DIRECTIONS: Write out the data exactly from its first line onward, ending with the line in which "if np.any(~(value >" appears.

+--

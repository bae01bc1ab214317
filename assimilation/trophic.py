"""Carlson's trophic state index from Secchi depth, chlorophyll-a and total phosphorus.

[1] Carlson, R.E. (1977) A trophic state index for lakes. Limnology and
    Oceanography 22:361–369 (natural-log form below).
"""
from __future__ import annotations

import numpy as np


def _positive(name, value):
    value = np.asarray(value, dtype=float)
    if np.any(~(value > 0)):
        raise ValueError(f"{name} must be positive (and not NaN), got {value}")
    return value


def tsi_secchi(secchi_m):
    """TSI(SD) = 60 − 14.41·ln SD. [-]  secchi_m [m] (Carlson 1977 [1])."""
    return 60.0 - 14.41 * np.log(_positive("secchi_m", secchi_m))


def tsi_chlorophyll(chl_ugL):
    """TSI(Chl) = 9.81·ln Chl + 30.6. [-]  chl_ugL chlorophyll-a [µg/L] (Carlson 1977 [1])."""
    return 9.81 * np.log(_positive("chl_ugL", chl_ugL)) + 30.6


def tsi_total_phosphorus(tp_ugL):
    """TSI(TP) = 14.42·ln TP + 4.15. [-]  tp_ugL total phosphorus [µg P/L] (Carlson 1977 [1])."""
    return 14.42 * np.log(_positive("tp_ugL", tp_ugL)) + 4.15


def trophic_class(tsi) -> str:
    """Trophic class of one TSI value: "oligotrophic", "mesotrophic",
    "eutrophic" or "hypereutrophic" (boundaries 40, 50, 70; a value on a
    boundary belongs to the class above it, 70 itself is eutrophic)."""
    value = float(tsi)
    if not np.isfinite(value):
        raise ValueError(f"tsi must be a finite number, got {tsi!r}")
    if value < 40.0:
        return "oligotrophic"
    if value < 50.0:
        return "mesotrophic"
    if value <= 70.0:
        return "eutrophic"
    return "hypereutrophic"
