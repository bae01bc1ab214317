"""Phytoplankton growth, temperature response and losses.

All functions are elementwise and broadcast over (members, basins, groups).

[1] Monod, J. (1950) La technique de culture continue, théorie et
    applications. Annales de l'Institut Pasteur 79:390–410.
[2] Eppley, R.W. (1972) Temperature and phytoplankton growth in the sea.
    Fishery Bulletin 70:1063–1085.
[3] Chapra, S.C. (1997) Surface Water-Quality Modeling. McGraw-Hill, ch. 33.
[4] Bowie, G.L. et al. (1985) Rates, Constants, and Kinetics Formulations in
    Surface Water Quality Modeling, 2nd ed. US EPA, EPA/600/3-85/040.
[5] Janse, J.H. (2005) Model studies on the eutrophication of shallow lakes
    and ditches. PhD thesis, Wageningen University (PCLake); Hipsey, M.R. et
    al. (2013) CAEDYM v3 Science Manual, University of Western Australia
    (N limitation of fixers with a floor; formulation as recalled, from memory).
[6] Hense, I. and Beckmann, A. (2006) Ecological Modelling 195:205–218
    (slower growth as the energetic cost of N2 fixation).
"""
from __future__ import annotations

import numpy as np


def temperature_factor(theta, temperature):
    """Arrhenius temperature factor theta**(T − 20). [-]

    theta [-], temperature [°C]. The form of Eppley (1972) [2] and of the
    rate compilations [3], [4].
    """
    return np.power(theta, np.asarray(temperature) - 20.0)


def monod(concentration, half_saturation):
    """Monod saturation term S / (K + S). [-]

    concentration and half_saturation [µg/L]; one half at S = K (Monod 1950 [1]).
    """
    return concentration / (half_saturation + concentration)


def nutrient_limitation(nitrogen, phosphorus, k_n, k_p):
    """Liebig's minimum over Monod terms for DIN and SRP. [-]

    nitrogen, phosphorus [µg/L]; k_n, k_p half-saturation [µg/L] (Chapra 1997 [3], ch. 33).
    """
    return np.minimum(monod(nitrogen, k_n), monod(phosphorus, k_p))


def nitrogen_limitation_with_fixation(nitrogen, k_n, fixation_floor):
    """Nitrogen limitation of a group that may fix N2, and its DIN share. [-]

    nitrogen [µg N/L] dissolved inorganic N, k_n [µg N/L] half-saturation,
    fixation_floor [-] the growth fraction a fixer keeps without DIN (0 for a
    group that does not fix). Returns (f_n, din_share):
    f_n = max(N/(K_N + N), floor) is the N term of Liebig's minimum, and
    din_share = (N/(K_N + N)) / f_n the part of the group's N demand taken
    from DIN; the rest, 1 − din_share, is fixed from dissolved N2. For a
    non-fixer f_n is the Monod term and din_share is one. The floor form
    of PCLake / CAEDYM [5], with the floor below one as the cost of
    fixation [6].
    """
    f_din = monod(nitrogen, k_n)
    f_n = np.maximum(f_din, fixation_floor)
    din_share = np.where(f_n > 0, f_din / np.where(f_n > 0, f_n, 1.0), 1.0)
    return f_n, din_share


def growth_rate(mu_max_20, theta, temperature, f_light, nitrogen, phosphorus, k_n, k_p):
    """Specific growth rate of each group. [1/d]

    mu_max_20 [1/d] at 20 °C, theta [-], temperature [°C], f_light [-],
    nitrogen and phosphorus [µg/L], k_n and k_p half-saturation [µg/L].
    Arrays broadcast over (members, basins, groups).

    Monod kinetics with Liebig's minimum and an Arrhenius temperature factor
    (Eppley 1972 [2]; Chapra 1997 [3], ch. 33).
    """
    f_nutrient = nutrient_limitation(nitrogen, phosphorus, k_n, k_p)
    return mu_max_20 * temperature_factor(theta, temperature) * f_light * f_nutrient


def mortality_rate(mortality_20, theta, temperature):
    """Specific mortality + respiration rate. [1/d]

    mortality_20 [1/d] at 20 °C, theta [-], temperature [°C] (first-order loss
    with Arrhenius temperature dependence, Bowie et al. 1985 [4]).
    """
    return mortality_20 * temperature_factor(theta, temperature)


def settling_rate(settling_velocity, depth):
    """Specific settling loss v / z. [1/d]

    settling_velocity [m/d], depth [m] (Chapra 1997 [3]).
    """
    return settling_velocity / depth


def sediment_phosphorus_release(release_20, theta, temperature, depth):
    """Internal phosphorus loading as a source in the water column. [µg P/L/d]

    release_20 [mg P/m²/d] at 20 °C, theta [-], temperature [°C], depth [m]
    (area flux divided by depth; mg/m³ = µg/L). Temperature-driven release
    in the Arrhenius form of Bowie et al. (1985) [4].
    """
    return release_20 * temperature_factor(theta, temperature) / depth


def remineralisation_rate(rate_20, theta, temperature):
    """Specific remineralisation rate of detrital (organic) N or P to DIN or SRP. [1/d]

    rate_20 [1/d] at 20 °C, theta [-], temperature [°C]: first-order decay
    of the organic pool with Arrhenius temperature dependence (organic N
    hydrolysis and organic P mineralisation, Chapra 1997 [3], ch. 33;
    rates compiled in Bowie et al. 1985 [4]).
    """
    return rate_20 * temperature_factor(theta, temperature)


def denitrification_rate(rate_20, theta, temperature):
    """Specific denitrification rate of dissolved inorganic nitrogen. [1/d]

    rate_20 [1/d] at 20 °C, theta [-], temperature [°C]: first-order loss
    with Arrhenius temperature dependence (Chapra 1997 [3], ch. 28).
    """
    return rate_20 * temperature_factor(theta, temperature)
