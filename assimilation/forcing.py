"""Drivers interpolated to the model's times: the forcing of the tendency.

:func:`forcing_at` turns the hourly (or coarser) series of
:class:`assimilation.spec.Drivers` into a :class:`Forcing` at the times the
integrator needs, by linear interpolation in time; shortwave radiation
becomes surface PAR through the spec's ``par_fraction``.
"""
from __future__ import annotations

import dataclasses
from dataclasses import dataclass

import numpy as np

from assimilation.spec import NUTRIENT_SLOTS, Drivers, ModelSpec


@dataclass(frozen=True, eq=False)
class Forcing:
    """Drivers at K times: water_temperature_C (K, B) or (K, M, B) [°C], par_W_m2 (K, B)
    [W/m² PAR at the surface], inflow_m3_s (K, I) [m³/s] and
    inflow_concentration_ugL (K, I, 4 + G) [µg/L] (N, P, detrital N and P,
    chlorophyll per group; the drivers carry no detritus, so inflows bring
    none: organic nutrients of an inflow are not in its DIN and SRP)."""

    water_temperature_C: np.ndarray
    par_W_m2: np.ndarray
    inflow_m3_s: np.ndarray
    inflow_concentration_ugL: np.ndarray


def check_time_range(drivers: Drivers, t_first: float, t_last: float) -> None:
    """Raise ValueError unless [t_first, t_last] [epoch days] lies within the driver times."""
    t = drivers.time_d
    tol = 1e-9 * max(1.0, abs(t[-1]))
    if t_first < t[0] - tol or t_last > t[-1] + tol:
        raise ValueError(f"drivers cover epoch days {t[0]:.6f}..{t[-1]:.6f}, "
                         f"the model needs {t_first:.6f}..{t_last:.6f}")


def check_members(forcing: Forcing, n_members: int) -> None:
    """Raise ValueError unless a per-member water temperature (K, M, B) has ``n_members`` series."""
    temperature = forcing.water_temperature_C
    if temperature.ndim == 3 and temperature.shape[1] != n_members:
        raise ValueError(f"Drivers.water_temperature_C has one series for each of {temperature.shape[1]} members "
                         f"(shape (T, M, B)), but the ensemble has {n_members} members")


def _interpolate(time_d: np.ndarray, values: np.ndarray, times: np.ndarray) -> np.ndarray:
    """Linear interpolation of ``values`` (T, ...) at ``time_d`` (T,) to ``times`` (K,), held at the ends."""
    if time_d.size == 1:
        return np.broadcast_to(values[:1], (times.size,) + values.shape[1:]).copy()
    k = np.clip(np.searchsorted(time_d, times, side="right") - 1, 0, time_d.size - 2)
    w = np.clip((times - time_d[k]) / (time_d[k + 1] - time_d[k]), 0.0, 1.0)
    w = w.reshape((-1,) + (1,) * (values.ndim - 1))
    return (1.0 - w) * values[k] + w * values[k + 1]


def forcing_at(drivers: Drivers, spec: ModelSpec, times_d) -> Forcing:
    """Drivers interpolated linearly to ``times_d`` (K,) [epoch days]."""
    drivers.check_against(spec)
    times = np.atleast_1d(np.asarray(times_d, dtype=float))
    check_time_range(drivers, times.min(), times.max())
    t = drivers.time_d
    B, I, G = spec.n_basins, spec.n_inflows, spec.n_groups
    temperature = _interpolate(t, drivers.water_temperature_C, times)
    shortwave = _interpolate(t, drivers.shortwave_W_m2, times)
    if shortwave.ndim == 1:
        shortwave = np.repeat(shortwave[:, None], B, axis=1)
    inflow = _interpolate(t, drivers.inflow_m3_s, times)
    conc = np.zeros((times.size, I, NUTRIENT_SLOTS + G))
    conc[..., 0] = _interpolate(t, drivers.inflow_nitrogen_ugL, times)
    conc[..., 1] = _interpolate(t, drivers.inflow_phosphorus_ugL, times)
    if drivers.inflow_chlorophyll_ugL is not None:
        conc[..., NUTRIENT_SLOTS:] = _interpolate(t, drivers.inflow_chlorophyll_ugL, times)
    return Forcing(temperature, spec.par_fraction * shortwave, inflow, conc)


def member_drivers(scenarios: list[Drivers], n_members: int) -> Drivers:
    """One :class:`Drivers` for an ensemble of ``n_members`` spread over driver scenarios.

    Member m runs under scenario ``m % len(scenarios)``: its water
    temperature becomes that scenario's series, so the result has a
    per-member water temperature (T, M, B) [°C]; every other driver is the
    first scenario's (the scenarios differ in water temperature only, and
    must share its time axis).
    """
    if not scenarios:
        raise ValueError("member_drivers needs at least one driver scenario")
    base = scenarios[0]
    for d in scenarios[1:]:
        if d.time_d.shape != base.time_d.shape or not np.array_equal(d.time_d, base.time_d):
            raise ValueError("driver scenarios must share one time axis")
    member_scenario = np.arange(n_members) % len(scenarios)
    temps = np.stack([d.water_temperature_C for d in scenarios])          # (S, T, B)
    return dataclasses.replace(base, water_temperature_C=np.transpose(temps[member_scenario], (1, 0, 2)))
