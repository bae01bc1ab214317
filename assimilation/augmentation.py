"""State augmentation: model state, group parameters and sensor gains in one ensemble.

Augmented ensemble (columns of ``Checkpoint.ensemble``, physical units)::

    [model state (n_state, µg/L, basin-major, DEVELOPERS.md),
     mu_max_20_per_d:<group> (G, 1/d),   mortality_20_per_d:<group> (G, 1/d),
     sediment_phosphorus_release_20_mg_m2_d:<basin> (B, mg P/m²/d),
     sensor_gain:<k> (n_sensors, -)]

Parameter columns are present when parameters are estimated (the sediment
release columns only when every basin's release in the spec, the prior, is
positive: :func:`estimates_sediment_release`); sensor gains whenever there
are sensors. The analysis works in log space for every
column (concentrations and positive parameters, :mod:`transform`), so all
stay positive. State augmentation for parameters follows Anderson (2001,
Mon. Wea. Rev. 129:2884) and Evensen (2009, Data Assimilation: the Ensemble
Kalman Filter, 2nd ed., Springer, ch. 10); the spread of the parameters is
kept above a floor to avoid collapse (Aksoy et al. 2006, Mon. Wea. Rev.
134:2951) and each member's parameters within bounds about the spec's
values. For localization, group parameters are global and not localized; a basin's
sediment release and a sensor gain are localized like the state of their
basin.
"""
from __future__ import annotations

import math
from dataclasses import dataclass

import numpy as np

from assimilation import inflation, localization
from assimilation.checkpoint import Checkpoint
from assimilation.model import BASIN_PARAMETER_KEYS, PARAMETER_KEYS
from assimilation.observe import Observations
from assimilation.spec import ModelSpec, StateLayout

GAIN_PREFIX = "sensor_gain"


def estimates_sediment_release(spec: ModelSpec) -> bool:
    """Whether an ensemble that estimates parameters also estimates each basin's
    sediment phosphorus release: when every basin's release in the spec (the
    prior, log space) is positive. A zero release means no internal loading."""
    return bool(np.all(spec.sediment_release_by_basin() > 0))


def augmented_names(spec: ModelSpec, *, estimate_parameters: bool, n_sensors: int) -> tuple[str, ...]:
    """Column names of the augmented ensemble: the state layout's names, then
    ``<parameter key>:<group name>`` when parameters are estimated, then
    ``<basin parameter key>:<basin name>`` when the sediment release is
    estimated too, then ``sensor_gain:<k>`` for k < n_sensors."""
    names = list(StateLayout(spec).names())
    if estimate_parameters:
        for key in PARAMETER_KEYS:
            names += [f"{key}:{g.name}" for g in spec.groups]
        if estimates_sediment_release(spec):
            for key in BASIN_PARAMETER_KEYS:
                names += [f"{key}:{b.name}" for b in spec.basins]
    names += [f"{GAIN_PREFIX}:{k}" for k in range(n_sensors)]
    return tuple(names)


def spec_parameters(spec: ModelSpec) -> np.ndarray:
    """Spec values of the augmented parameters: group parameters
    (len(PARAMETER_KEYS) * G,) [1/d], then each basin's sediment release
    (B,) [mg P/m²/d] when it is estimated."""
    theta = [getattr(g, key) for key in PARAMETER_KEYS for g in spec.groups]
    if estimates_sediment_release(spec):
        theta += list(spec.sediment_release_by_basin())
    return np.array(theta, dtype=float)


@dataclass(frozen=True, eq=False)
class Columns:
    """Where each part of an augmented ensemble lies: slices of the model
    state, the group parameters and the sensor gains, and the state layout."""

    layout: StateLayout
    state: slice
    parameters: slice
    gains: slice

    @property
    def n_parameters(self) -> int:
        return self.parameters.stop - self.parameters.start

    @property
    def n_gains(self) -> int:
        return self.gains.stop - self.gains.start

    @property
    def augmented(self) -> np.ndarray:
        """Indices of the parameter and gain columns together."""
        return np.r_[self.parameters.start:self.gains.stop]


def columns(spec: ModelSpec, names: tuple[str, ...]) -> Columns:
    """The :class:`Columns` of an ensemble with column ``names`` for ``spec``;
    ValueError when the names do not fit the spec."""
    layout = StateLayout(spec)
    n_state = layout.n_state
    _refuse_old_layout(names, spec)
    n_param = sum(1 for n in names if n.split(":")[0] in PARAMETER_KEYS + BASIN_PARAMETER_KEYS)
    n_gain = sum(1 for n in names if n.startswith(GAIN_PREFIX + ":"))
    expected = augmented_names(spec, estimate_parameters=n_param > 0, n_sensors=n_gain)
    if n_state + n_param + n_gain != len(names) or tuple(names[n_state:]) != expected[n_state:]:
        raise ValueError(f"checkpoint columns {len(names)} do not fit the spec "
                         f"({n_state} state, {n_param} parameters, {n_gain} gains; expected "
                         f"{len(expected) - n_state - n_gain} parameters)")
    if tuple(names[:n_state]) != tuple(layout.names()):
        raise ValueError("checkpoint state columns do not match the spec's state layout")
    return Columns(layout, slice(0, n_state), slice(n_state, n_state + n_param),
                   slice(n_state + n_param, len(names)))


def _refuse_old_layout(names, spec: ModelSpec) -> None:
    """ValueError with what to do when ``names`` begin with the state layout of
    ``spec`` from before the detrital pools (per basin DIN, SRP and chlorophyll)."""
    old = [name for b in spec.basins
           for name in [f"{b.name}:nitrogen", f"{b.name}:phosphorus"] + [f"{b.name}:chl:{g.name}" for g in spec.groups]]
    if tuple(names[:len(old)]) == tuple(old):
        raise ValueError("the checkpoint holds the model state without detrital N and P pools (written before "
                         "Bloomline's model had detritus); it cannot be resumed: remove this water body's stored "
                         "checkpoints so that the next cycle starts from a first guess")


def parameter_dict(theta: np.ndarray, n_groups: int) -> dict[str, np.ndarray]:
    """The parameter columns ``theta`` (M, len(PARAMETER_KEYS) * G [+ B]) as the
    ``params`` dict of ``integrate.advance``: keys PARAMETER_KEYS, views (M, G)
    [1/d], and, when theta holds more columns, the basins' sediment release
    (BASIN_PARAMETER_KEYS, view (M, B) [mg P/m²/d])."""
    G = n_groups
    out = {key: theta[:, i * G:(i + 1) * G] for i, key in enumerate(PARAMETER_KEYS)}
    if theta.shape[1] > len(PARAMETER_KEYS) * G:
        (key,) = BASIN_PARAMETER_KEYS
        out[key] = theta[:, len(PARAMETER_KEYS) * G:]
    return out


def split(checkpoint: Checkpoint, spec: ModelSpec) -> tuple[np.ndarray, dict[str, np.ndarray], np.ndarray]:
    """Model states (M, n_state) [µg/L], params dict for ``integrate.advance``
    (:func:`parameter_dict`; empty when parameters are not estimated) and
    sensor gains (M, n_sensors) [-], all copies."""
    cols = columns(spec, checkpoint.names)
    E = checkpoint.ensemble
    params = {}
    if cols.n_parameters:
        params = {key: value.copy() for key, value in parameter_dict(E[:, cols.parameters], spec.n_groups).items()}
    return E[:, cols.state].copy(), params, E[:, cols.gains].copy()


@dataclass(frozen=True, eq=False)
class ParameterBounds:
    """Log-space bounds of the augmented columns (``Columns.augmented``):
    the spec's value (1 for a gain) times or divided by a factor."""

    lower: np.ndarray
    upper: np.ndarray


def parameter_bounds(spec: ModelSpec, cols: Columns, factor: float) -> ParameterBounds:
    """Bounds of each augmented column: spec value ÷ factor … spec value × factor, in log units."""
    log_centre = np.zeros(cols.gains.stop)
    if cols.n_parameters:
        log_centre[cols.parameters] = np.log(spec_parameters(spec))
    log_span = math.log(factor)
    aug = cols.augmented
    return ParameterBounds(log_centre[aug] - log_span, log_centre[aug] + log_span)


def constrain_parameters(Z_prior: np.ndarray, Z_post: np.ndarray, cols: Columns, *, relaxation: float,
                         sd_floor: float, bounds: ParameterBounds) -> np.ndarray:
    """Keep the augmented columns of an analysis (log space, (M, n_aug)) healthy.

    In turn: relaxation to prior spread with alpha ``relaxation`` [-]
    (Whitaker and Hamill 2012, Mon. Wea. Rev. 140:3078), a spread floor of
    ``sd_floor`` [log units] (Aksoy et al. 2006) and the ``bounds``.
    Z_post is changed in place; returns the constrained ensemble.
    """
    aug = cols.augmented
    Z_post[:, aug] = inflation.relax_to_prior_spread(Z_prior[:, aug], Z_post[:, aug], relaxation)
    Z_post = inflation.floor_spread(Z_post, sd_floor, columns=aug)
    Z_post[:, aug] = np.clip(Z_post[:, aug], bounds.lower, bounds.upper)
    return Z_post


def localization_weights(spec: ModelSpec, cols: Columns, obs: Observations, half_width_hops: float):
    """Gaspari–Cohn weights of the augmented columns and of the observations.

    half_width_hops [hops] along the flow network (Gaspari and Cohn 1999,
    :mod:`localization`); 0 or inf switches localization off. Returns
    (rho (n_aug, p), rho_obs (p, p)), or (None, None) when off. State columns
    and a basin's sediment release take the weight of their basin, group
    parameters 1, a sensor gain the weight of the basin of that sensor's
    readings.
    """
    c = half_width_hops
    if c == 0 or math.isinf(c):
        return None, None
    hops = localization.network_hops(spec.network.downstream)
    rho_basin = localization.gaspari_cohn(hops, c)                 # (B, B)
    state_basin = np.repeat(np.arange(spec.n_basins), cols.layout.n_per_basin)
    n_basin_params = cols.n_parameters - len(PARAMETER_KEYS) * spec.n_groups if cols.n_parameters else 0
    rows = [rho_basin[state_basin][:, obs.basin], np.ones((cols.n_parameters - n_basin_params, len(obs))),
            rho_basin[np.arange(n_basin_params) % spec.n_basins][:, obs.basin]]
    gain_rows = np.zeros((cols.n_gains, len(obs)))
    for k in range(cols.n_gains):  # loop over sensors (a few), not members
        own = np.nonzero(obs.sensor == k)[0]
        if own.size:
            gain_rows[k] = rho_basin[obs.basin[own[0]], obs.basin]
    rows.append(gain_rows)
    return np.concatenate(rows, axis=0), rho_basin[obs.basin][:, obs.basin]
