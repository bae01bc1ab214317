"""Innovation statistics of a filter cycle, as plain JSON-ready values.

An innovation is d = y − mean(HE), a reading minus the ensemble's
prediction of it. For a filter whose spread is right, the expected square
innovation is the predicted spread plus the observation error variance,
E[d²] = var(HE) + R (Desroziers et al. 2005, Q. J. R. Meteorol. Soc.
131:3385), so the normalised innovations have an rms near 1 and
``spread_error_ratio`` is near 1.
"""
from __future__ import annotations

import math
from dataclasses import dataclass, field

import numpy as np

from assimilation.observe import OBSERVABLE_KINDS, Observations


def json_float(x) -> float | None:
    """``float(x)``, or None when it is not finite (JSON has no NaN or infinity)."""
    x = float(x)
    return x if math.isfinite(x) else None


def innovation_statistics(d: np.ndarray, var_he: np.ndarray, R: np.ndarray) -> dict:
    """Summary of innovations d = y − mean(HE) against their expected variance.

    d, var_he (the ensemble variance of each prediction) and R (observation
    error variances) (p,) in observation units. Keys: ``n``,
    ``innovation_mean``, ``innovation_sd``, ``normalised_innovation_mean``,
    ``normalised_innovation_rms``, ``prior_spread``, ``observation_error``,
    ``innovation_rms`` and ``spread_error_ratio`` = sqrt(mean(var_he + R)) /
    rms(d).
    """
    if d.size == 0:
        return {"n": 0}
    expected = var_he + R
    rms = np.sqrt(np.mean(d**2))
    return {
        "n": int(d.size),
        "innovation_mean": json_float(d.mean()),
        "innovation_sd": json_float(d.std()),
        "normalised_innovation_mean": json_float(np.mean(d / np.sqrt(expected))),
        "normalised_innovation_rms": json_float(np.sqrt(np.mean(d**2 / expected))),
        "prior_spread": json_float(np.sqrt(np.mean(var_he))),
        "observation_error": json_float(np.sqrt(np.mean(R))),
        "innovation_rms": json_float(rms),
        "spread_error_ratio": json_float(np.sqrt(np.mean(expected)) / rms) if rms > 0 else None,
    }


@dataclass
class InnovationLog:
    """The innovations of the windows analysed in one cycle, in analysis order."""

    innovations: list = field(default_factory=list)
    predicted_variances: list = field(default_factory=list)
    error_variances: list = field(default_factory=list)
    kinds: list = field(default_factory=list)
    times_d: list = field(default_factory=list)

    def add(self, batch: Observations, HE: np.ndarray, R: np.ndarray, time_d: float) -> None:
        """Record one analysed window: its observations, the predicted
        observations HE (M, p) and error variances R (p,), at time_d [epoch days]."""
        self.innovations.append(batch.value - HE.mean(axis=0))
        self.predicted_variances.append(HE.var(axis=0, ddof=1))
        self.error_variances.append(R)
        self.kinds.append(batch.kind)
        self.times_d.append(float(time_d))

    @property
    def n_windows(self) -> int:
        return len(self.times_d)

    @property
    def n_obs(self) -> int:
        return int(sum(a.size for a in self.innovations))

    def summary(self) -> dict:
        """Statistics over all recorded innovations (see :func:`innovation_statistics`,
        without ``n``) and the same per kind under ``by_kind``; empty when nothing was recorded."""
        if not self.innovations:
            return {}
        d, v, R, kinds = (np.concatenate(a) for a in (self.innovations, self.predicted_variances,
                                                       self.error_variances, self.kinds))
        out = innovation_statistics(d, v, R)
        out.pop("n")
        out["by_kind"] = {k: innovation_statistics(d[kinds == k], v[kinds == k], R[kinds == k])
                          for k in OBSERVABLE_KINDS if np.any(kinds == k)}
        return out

+--

ANSWER SPACE:
repository bae01bc1ab214317
filename assimilation/trophic.py
"""Carlson's trophic state index from Secchi depth, chlorophyll-a and total phosphorus.

[1] Carlson, R.E. (1977) A trophic state index for lakes. Limnology and
    Oceanography 22:361–369 (natural-log form below).
"""
from __future__ import annotations

import numpy as np


def _positive(name, value):
    value = np.asarray(value, dtype=float)
    if np.any(~(value > 0)):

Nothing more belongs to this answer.